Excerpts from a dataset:
*** Begin section ***

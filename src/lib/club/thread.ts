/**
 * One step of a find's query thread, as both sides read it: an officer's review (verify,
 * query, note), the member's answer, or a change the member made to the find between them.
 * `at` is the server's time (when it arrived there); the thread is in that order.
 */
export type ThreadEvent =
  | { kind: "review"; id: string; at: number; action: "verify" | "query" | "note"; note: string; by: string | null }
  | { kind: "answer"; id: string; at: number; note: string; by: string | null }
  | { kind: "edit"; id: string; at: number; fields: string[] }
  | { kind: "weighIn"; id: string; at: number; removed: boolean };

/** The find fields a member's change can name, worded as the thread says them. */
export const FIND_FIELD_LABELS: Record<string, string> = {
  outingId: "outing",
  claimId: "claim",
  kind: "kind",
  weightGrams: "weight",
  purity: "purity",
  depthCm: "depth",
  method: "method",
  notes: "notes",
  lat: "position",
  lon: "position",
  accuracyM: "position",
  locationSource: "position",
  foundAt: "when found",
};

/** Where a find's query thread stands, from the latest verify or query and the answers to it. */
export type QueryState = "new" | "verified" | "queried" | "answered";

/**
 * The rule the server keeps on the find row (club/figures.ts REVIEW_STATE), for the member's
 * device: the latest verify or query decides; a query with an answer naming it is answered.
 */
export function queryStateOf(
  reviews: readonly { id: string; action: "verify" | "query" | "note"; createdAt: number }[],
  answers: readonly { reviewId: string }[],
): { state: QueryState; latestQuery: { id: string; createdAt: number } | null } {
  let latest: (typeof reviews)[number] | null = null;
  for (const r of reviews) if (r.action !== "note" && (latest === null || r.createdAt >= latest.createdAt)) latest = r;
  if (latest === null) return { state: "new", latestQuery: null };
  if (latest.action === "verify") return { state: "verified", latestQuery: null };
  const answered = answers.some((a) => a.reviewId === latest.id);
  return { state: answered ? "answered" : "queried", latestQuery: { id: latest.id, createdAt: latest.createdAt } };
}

*** End section ***
*** Begin section ***

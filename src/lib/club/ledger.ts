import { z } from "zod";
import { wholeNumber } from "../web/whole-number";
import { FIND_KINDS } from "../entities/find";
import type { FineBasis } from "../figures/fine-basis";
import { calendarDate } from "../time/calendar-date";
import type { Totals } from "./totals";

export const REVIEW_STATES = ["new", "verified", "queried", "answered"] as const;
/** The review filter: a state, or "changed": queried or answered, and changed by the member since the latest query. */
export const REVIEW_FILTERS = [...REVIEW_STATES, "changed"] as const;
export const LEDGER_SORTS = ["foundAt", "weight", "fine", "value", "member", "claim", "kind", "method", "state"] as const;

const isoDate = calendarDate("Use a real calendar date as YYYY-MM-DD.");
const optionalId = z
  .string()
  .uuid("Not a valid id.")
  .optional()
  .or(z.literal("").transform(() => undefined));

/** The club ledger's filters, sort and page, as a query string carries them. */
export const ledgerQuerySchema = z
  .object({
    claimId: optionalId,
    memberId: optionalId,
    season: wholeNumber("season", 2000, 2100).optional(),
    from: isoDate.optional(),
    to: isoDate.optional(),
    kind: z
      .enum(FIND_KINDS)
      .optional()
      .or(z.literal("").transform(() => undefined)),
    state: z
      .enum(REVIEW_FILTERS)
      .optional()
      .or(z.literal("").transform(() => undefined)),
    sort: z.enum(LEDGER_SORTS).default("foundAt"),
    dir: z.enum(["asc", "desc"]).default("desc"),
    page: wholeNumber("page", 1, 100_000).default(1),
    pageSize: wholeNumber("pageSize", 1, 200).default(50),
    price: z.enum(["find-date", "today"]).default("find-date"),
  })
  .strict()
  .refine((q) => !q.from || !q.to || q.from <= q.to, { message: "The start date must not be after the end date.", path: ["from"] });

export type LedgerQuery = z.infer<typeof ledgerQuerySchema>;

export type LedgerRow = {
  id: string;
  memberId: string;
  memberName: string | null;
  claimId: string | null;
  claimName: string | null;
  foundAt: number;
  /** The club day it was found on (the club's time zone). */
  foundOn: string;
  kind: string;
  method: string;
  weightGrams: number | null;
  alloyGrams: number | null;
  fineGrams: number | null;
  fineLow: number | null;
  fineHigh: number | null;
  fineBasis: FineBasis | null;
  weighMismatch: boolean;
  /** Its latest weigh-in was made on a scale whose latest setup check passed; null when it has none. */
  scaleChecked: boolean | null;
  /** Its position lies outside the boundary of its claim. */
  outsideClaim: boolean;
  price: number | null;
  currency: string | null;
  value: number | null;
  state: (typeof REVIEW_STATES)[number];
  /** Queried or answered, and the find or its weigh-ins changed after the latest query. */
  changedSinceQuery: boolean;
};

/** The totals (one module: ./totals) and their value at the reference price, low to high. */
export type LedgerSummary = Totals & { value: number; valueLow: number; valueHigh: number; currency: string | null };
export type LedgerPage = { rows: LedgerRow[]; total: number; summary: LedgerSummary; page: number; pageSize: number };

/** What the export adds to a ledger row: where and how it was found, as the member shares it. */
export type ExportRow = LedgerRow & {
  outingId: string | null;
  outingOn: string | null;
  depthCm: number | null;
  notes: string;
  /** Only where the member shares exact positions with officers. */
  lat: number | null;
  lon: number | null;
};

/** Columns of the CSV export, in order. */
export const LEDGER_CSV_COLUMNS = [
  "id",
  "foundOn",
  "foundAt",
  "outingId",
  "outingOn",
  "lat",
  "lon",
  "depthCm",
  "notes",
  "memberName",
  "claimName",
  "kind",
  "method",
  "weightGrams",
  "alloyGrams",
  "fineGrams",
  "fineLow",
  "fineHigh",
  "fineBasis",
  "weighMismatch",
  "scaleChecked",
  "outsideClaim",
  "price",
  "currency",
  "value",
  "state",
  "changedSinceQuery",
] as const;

*** End section ***

▶ [Task brief]
All lines above from the line with "foundOn: string;" through the line with "export type LedgerPage", both included, are to be set down exactly, with nothing else.

▶ [Final answer]
  foundOn: string;
  kind: string;
  method: string;
  weightGrams: number | null;
  alloyGrams: number | null;
  fineGrams: number | null;
  fineLow: number | null;
  fineHigh: number | null;
  fineBasis: FineBasis | null;
  weighMismatch: boolean;
  /** Its latest weigh-in was made on a scale whose latest setup check passed; null when it has none. */
  scaleChecked: boolean | null;
  /** Its position lies outside the boundary of its claim. */
  outsideClaim: boolean;
  price: number | null;
  currency: string | null;
  value: number | null;
  state: (typeof REVIEW_STATES)[number];
  /** Queried or answered, and the find or its weigh-ins changed after the latest query. */
  changedSinceQuery: boolean;
};

/** The totals (one module: ./totals) and their value at the reference price, low to high. */
export type LedgerSummary = Totals & { value: number; valueLow: number; valueHigh: number; currency: string | null };
export type LedgerPage = { rows: LedgerRow[]; total: number; summary: LedgerSummary; page: number; pageSize: number };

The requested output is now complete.